Yachimovich in the lead as Labor braces for poll
Challenger Erel Margalit drops out, throws support behind Isaac Herzog.
Party elections for the Labor leadership will take place Monday as scheduled, after candidate Erel Margalit pulled his petition to the Petah Tikva District Court asking to delay the vote and dropped out of the race, throwing his support to Isaac Herzog.
As a result, nine months after Ehud Barak bolted the party, more than 66,000 registered party members will be choosing a new party chairman next week.

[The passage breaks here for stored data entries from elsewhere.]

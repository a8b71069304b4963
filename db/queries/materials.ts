import { and, asc, eq, gt, isNull, or, sql } from "drizzle-orm";
import { type Database, prepared } from "../client";
import { materials, materialVersions } from "../schema/materials";
import { teams } from "../schema/organisation";
import type { Mark } from "./keys";

/** One version of a team's material; `data` is validated by the service that wrote it. */
export interface MaterialRow {
  readonly id: string;
  readonly teamId: string;
  /** The owning team's short name. */
  readonly team: string;
  readonly version: number;
  readonly data: unknown;
  readonly createdAt: number;
  readonly createdBy: string;
  readonly retiredAt: number | null;
}

/** What is read of a version, joined with its material and team. */
export const materialColumns = {
  id: materials.id,
  teamId: materials.teamId,
  team: teams.slug,
  version: materialVersions.version,
  data: materialVersions.data,
  createdAt: materials.createdAt,
  createdBy: materialVersions.createdBy,
  retiredAt: materials.retiredAt,
};

/** The newest version of a material of that team. */
export function currentMaterial(db: Database, teamId: string, id: string): MaterialRow | undefined {
  return prepared(db, "materials.current", (db) =>
    db
      .select(materialColumns)
      .from(materials)
      .innerJoin(teams, eq(teams.id, materials.teamId))
      .innerJoin(
        materialVersions,
        and(eq(materialVersions.materialId, materials.id), eq(materialVersions.version, materials.version)),
      )
      .where(and(eq(materials.id, sql.placeholder("id")), eq(materials.teamId, sql.placeholder("teamId"))))
      .prepare(),
  ).get({ id, teamId });
}

/** A certain version of a material of that team, retired or not. */
export function materialVersion(
  db: Database,
  teamId: string,
  id: string,
  version: number,
): MaterialRow | undefined {
  return db
    .select(materialColumns)
    .from(materials)
    .innerJoin(teams, eq(teams.id, materials.teamId))
    .innerJoin(materialVersions, eq(materialVersions.materialId, materials.id))
    .where(and(eq(materials.id, id), eq(materials.teamId, teamId), eq(materialVersions.version, version)))
    .get();
}

/** Materials of a team that are in use, oldest first. */
export function listMaterials(db: Database, teamId: string, limit: number, after?: Mark): MaterialRow[] {
  return db
    .select(materialColumns)
    .from(materials)
    .innerJoin(teams, eq(teams.id, materials.teamId))
    .innerJoin(
      materialVersions,
      and(eq(materialVersions.materialId, materials.id), eq(materialVersions.version, materials.version)),
    )
    .where(
      and(
        eq(materials.teamId, teamId),
        isNull(materials.retiredAt),
        after &&
          or(
            gt(materials.createdAt, after.at),
            and(eq(materials.createdAt, after.at), gt(materials.id, after.id)),
          ),
      ),
    )
    .orderBy(asc(materials.createdAt), asc(materials.id))
    .limit(limit)
    .all();
}

export interface NewVersion {
  readonly data: unknown;
  readonly createdAt: number;
  readonly createdBy: string;
}

/** Version 1 of a new material. */
export function insertMaterial(db: Database, id: string, teamId: string, first: NewVersion): void {
  db.insert(materials).values({ id, teamId, version: 1, createdAt: first.createdAt }).run();
  db.insert(materialVersions)
    .values({ materialId: id, version: 1, ...first })
    .run();
}

/** The version after `from`; false if somebody else made one since, or the material is retired. */
export function insertNextVersion(db: Database, id: string, from: number, next: NewVersion): boolean {
  const moved = db
    .update(materials)
    .set({ version: from + 1 })
    .where(and(eq(materials.id, id), eq(materials.version, from), isNull(materials.retiredAt)))
    .run();
  if (moved.changes === 0) return false;
  db.insert(materialVersions)
    .values({ materialId: id, version: from + 1, ...next })
    .run();
  return true;
}

/** Retires a material; false if it was retired before. */
export function markRetired(db: Database, id: string, at: number): boolean {
  return (
    db
      .update(materials)
      .set({ retiredAt: at })
      .where(and(eq(materials.id, id), isNull(materials.retiredAt)))
      .run().changes > 0
  );
}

The candidates appeared yesterday before the Labor executive committee in Beit Berl, in a last-ditch effort to garner support. The event, taking place in the shadow of the social protests, was punctuated by repeated calls from the crowd for "social justice."
MK Shelly Yachimovich caused a storm when she called on voters to support either her or Amir Peretz, saying they were the only two "relevant" candidates.
"Voting for any other candidate, good as he may be, is a waste of a ballot," Yachimovich said.
Two polls of Labor voters released yesterday support Yachimovich's contention. In a poll taken by the Sarid Institute for Channel 2, Yachimovich was ranked first, with 42 percent of the vote, with Peretz following with 25 percent, Herzog with 16 percent and Amram Mitzna with 15 percent.
Another survey conducted by Prof. Yitzhak Katz for Radio 103 yielded almost identical results: Yachimovich was given 42 percent of the vote, Peretz 24 percent, Herzog 17 percent and Mitzna 15 percent.
Margalit, a venture capitalist who had entered the Labor race in April with a call to "revolutionize" the party, had held lengthy talks with both Herzog and Mitzna in an effort to come to an agreement that would result in only one of the three remaining in the race, thus increasing his chances of winning. But Mitzna refused to withdraw under those terms.
All the candidates tried to win the public support of the party's elder statesman, Benjamin Ben-Eliezer, who has yet say whom he backs.
Peretz, in his address, promised that if elected, he would reopen party branches that had been closed for financial reasons.
He did not relate to a Haaretz report of an evolving political axis between him and Meretz MK Ilan Ghilon that may lead the two parties to run together in the next general election.